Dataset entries

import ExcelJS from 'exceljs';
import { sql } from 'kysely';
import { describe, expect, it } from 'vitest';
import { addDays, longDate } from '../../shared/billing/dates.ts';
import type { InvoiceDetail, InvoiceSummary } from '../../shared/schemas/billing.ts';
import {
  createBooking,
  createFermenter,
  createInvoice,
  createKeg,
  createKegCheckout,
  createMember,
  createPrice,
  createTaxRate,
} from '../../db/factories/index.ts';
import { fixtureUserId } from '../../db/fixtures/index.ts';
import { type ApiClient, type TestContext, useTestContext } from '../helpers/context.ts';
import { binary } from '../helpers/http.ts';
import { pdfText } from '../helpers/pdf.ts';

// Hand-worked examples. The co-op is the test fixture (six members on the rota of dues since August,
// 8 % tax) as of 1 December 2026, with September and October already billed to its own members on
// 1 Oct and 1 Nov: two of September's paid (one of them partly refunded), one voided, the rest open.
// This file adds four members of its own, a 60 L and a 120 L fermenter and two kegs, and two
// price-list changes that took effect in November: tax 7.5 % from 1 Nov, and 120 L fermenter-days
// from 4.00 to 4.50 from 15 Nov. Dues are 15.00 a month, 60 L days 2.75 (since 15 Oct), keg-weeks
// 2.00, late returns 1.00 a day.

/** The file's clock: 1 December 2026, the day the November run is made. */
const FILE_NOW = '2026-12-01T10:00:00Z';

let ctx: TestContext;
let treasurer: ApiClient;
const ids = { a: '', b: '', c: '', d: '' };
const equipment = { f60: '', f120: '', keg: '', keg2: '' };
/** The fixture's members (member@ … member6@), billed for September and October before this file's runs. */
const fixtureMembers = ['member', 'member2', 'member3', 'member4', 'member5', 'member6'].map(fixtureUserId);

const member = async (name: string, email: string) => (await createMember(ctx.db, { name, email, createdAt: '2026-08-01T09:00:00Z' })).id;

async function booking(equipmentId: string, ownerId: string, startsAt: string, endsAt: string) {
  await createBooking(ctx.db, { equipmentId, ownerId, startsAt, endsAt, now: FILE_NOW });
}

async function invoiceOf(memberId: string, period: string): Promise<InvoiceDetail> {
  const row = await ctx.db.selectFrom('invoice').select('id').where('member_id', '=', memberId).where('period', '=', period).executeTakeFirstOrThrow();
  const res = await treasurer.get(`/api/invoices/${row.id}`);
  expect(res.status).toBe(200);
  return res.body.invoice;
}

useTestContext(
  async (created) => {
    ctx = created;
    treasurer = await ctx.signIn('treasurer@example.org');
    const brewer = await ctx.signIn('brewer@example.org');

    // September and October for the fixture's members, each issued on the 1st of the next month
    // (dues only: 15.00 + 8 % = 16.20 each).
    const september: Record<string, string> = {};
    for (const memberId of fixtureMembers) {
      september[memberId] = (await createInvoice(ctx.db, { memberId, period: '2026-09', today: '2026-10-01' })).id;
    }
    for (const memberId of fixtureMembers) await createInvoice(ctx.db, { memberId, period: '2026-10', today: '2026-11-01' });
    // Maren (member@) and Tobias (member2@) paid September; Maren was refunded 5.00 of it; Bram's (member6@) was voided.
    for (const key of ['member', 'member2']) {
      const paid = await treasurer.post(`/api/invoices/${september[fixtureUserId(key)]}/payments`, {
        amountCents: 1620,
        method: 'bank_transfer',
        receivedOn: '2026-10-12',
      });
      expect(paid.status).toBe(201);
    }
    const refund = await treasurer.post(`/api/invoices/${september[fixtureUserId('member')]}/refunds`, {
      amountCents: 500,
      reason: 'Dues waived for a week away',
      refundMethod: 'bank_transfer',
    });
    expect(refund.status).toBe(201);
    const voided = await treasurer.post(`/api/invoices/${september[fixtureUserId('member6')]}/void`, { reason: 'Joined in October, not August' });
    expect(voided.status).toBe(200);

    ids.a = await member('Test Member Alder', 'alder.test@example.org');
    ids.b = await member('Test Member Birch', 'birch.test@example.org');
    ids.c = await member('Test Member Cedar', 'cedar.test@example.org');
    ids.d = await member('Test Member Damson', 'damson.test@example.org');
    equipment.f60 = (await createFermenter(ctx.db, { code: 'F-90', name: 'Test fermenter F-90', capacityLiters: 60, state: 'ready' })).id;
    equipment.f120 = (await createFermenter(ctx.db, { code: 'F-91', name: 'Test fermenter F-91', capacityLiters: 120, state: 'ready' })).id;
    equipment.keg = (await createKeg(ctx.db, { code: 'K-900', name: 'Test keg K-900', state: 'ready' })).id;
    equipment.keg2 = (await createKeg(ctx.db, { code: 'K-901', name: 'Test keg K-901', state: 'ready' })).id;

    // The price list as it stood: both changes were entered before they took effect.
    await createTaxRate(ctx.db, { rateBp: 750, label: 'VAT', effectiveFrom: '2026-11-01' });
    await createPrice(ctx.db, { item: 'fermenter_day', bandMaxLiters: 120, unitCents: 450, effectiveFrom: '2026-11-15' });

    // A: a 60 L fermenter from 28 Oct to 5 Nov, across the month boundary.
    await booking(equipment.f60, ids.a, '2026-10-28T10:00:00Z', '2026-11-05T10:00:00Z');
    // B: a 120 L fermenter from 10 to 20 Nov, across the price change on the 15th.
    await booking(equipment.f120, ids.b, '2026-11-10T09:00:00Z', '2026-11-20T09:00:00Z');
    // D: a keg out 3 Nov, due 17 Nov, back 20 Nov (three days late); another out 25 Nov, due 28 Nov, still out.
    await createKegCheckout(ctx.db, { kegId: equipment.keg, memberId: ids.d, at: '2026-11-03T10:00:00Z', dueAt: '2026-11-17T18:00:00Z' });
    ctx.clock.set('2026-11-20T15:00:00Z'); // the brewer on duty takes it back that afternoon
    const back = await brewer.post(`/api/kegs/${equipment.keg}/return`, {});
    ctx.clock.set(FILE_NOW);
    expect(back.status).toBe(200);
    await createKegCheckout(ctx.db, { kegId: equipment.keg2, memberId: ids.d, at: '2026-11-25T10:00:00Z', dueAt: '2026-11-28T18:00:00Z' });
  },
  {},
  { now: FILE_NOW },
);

§ TASK
How many lines in the entries include "October"? Only the number is wanted.

§ ANSWER FOR THE TASK
4